[WORK REQUEST] The lines to copy are those in the records below that hold the word "some".

═══ RECORDS SUPPLIED

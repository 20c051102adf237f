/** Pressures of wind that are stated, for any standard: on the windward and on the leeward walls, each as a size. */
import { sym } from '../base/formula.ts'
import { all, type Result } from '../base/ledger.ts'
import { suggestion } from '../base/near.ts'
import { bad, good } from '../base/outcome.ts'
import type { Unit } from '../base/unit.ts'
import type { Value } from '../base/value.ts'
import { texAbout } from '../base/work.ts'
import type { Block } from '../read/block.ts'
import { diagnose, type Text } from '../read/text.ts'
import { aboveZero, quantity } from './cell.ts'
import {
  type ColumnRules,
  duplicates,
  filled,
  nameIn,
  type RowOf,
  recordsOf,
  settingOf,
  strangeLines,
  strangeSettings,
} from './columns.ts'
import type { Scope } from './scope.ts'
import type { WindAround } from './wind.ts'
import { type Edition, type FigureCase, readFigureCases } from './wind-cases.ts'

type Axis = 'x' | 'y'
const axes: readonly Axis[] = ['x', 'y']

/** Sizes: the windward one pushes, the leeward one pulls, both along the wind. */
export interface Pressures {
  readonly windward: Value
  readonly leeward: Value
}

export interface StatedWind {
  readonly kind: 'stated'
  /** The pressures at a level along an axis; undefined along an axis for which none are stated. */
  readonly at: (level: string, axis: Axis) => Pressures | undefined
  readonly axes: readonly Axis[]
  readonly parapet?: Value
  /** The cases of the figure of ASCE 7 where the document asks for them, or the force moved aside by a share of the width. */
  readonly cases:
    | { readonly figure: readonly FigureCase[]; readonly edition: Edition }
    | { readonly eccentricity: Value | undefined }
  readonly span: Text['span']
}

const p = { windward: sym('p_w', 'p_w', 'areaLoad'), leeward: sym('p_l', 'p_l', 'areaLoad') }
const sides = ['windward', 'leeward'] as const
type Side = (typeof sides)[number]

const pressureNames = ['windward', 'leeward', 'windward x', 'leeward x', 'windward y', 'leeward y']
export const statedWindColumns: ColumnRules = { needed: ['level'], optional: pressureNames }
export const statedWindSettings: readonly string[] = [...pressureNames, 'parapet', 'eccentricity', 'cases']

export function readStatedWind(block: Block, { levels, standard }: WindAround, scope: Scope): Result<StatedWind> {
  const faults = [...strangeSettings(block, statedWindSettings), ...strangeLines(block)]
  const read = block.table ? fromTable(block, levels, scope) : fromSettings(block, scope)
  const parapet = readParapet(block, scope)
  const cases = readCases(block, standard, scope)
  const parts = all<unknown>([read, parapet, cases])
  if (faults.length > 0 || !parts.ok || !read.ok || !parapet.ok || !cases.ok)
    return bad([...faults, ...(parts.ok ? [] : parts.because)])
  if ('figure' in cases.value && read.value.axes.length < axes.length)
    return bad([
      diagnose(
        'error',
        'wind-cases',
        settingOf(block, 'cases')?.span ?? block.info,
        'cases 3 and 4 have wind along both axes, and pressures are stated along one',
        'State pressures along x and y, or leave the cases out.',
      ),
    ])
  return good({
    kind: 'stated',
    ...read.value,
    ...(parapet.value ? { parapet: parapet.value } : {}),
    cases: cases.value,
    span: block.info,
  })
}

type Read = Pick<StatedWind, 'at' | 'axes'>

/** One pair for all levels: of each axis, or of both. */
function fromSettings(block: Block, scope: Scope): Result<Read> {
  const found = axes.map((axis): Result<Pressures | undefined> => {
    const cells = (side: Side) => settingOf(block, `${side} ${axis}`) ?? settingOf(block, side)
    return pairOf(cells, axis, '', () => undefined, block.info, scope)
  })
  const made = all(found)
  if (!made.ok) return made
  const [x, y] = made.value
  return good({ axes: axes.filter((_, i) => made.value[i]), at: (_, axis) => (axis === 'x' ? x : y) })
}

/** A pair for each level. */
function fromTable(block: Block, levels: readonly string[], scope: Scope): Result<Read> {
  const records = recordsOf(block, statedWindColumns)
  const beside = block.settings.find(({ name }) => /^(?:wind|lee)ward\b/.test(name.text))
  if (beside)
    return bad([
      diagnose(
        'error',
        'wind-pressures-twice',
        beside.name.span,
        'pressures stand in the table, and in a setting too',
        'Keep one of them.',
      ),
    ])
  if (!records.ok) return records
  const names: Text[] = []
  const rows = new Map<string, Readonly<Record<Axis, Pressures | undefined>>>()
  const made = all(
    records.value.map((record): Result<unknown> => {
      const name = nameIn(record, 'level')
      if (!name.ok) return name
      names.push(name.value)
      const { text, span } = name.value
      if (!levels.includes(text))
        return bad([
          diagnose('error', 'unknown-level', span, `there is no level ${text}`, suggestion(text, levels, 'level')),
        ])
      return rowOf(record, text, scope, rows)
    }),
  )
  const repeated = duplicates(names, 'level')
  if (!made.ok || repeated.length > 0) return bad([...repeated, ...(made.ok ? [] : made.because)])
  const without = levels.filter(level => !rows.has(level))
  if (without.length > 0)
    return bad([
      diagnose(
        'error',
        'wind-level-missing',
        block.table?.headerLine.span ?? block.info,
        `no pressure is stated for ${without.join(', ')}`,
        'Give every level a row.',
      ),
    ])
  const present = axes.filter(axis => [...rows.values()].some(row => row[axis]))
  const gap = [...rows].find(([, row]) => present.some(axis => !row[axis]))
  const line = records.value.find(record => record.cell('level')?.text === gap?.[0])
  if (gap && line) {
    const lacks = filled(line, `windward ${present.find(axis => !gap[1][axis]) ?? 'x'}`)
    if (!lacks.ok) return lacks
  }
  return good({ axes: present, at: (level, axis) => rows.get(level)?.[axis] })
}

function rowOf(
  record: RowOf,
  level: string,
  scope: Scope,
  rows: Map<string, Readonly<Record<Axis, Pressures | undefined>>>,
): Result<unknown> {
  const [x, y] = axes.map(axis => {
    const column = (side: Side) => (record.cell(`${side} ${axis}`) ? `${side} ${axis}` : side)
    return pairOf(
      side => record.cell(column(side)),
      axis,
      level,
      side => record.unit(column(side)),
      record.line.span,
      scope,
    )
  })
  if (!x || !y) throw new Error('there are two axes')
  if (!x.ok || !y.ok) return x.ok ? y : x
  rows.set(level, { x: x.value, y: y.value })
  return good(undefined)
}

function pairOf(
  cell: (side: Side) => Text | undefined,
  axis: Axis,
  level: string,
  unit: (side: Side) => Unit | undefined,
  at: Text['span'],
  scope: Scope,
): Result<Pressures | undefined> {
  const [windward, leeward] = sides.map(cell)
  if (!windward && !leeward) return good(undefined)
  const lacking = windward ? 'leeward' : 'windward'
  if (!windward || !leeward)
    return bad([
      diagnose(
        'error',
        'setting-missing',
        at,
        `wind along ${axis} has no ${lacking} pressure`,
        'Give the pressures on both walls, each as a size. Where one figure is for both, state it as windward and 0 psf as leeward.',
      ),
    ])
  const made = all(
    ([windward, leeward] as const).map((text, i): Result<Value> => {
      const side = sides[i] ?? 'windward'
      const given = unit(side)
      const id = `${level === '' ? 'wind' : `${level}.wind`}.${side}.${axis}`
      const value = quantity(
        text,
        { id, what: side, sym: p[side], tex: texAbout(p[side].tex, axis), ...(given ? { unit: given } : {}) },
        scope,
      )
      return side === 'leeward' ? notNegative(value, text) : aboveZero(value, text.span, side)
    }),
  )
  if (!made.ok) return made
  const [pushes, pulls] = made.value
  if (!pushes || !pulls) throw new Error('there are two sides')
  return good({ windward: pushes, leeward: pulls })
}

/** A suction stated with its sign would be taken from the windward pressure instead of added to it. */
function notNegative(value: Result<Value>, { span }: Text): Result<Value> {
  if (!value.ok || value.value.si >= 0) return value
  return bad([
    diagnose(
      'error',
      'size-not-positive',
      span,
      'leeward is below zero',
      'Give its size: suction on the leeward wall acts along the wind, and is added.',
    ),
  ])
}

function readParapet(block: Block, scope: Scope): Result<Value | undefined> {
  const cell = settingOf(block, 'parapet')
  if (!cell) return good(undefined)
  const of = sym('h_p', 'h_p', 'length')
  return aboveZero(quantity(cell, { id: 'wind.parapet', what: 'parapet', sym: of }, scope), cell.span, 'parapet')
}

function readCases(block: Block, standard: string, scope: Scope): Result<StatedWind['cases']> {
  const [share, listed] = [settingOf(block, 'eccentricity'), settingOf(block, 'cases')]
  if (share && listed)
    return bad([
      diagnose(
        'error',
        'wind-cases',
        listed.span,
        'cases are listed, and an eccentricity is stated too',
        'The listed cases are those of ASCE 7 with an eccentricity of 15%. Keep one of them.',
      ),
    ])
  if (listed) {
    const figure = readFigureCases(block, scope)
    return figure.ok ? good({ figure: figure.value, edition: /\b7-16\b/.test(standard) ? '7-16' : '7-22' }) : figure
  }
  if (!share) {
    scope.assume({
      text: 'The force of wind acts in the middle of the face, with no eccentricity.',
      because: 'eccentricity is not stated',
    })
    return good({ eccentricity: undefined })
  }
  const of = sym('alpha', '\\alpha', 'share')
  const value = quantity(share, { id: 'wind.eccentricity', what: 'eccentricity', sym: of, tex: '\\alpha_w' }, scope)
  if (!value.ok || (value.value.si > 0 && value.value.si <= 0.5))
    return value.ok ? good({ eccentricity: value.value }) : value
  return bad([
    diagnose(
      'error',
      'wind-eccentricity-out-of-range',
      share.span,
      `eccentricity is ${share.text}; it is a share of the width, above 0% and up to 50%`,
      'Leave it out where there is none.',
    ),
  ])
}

══════
═══ RECORDS SUPPLIED

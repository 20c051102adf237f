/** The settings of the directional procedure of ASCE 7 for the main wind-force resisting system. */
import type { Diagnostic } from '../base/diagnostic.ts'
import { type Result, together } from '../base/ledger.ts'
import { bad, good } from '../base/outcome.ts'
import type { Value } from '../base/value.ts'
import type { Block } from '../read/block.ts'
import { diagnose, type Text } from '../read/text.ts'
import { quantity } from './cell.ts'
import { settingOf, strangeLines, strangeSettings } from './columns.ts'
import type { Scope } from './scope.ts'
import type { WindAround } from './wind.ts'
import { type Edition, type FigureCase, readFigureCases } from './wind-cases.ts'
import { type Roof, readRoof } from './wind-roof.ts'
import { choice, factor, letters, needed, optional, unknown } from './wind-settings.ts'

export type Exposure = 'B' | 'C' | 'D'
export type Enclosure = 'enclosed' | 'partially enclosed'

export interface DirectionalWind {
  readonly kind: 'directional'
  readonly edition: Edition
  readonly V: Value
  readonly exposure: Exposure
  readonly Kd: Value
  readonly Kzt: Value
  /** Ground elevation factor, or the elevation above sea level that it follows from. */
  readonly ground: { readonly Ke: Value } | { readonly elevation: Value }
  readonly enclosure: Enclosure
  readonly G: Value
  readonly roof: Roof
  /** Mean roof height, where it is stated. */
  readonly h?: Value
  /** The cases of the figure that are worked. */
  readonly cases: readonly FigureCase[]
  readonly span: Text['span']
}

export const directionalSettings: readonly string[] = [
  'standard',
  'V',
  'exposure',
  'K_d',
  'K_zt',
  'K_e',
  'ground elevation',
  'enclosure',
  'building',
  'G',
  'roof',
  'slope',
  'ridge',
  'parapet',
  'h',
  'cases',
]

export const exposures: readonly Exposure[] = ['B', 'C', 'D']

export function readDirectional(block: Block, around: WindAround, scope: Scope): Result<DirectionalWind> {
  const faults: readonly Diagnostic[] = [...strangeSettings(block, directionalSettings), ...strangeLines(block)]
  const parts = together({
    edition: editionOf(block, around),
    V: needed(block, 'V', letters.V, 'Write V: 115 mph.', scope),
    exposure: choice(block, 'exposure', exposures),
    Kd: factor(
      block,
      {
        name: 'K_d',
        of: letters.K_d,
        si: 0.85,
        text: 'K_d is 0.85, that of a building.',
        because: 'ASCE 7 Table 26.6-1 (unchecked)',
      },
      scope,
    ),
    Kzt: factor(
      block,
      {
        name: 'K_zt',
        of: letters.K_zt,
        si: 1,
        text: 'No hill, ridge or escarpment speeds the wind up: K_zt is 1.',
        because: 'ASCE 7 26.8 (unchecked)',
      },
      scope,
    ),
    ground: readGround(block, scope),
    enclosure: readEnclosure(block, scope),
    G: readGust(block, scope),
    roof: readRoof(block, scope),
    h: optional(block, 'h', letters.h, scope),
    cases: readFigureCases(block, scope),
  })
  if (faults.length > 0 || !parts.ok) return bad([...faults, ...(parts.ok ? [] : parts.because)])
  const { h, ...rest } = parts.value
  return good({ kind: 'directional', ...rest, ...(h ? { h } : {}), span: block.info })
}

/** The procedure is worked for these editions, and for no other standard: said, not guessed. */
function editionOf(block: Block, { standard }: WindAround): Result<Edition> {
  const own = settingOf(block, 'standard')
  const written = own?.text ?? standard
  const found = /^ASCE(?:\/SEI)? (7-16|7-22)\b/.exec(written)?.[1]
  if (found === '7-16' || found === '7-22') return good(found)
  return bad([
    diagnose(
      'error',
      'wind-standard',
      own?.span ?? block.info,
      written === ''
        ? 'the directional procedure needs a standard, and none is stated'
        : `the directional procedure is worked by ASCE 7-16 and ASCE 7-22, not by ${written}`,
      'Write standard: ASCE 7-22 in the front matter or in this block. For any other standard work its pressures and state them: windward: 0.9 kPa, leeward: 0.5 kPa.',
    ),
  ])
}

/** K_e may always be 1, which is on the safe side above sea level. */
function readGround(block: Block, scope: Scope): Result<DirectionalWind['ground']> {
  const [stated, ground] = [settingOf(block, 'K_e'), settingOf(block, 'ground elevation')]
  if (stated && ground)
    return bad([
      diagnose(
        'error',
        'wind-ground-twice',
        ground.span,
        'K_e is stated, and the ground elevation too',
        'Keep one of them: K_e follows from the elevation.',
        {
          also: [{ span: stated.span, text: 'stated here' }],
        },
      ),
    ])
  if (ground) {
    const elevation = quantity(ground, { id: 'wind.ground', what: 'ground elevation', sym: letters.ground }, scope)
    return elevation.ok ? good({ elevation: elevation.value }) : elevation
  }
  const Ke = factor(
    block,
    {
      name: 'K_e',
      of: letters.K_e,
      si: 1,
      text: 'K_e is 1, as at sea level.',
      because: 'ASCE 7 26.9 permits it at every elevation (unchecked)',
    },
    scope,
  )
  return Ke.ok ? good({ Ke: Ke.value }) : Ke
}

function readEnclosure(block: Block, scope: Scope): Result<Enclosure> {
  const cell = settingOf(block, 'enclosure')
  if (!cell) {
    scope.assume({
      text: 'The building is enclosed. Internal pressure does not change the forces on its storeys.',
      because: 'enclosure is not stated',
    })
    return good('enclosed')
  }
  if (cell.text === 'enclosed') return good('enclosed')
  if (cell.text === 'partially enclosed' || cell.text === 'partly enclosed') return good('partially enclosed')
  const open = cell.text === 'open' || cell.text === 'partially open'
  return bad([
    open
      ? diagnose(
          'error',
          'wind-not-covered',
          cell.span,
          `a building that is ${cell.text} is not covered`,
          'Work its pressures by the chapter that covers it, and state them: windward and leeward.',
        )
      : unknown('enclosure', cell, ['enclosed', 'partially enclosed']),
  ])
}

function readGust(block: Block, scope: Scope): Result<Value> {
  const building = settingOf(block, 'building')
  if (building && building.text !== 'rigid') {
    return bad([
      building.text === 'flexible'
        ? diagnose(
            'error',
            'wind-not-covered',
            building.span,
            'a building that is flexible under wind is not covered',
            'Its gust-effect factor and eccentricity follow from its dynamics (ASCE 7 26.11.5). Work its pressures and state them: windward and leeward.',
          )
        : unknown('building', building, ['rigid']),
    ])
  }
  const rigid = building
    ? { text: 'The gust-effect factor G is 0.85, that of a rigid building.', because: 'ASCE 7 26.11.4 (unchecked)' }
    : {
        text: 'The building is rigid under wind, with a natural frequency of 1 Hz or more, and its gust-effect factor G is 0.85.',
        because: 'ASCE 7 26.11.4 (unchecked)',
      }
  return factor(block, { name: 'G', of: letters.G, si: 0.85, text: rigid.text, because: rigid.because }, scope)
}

══════

[EXPECTED OUTPUT]
  const present = axes.filter(axis => [...rows.values()].some(row => row[axis]))
  const gap = [...rows].find(([, row]) => present.some(axis => !row[axis]))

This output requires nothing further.